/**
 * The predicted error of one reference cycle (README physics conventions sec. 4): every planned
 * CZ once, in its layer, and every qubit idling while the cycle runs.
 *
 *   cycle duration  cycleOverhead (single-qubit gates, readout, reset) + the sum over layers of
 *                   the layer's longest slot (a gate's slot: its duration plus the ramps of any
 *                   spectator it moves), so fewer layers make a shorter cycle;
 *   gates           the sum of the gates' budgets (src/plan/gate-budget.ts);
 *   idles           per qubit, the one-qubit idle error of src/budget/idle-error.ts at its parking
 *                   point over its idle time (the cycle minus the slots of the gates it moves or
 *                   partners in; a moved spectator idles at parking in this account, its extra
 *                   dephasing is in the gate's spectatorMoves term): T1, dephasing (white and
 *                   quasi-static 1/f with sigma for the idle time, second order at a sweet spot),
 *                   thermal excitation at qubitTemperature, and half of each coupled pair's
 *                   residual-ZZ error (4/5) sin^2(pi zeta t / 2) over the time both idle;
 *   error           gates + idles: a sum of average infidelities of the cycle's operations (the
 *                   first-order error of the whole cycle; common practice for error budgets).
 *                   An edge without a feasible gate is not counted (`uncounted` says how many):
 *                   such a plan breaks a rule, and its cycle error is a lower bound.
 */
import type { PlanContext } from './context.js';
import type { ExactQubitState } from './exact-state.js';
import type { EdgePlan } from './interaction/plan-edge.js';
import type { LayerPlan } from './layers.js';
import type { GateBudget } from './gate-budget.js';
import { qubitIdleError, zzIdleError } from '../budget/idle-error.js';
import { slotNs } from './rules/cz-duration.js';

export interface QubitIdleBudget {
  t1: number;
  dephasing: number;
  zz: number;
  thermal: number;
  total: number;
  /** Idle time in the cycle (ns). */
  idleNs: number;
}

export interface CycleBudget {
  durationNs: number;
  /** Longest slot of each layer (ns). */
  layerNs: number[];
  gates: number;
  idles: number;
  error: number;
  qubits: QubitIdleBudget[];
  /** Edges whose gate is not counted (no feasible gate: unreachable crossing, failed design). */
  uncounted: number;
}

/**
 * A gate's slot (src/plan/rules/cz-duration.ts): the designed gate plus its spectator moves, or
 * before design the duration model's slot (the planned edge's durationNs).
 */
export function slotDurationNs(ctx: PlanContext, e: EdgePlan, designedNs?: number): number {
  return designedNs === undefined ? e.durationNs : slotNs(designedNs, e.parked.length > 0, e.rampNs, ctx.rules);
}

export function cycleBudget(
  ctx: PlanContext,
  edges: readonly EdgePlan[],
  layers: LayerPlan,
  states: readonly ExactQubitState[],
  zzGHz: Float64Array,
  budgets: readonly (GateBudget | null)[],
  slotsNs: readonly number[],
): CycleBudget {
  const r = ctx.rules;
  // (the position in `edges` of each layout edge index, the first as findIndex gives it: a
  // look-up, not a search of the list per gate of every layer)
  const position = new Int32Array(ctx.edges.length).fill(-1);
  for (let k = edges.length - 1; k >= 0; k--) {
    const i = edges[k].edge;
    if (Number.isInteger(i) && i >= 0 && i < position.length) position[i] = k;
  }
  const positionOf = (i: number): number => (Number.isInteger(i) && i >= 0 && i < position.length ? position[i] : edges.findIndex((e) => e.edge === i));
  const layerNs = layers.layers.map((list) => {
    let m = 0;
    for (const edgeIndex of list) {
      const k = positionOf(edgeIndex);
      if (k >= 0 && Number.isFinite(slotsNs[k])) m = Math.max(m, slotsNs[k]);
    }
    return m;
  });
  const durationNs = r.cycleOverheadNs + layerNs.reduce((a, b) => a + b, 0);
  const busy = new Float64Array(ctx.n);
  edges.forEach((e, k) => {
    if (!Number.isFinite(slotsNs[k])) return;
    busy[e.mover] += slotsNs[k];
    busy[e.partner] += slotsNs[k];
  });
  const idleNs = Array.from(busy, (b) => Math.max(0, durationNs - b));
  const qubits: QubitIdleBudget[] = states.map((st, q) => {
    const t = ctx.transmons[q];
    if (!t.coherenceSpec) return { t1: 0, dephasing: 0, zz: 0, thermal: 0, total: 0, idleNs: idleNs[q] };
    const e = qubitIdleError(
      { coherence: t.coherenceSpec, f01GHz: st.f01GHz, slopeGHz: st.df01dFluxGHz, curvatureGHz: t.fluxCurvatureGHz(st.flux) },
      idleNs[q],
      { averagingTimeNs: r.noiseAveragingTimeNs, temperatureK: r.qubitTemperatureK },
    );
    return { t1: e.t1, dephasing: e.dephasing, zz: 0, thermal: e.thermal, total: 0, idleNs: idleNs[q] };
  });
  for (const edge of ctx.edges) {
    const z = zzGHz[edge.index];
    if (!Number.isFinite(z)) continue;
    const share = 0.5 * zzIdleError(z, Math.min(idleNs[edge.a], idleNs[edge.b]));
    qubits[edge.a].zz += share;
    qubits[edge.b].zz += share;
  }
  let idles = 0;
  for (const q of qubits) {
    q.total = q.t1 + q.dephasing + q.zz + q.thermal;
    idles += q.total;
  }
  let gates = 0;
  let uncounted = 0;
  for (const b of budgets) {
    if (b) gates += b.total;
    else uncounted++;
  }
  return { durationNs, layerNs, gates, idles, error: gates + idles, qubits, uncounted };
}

==

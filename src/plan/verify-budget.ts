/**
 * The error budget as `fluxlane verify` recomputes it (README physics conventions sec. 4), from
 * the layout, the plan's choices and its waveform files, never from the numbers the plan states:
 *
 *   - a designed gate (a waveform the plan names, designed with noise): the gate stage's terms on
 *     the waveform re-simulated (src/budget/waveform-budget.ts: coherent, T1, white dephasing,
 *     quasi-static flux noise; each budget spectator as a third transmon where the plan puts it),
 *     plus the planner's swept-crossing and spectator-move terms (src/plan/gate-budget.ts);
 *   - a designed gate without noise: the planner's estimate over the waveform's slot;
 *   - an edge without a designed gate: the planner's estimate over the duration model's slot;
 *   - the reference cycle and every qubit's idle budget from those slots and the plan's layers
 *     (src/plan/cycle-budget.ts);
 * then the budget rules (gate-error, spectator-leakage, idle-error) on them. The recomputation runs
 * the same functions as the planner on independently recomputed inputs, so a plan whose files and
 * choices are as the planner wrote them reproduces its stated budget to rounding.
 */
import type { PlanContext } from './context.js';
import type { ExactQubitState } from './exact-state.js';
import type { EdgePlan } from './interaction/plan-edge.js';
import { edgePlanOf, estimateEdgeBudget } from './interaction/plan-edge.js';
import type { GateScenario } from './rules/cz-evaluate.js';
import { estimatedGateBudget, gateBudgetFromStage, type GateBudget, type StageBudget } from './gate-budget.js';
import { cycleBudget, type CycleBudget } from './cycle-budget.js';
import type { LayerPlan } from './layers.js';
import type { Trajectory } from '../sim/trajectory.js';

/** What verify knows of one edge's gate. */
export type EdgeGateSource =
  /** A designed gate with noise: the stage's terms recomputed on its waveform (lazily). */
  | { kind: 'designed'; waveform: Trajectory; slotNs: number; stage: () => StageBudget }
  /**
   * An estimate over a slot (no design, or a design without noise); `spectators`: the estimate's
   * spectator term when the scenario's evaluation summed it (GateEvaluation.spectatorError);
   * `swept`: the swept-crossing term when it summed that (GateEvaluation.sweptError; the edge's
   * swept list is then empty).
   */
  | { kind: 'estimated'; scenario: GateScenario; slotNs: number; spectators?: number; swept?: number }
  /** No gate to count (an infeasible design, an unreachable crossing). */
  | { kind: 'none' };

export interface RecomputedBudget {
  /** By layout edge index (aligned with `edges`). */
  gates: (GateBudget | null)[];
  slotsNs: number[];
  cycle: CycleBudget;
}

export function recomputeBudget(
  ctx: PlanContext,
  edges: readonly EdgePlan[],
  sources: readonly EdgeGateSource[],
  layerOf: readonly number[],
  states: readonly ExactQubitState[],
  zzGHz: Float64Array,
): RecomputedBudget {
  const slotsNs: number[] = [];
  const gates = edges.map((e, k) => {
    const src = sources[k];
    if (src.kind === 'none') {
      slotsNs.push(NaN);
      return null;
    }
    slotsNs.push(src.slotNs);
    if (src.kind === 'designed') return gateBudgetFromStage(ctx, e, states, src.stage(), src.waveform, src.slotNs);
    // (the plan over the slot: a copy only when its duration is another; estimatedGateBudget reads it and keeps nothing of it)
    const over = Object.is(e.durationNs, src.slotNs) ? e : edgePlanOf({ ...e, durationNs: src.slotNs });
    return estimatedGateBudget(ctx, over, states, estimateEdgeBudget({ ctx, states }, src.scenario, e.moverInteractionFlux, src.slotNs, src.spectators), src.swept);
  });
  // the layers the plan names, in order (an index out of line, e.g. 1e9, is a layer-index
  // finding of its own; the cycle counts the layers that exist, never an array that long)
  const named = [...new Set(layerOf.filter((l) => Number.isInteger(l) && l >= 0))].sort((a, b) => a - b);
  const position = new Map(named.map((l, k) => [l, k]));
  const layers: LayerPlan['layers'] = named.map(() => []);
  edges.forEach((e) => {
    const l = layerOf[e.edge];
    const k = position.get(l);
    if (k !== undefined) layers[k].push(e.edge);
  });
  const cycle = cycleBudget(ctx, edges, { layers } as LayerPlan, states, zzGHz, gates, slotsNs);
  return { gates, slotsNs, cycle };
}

[THE PROBLEM]
Everything in the material above from the line that has "edge's gate. */" through the line that has "slotsNs.push(src.slotNs);" must be duplicated exactly, with no other lines given.

[FINISHED EXERCISE]
/** What verify knows of one edge's gate. */
export type EdgeGateSource =
  /** A designed gate with noise: the stage's terms recomputed on its waveform (lazily). */
  | { kind: 'designed'; waveform: Trajectory; slotNs: number; stage: () => StageBudget }
  /**
   * An estimate over a slot (no design, or a design without noise); `spectators`: the estimate's
   * spectator term when the scenario's evaluation summed it (GateEvaluation.spectatorError);
   * `swept`: the swept-crossing term when it summed that (GateEvaluation.sweptError; the edge's
   * swept list is then empty).
   */
  | { kind: 'estimated'; scenario: GateScenario; slotNs: number; spectators?: number; swept?: number }
  /** No gate to count (an infeasible design, an unreachable crossing). */
  | { kind: 'none' };

export interface RecomputedBudget {
  /** By layout edge index (aligned with `edges`). */
  gates: (GateBudget | null)[];
  slotsNs: number[];
  cycle: CycleBudget;
}

export function recomputeBudget(
  ctx: PlanContext,
  edges: readonly EdgePlan[],
  sources: readonly EdgeGateSource[],
  layerOf: readonly number[],
  states: readonly ExactQubitState[],
  zzGHz: Float64Array,
): RecomputedBudget {
  const slotsNs: number[] = [];
  const gates = edges.map((e, k) => {
    const src = sources[k];
    if (src.kind === 'none') {
      slotsNs.push(NaN);
      return null;
    }
    slotsNs.push(src.slotNs);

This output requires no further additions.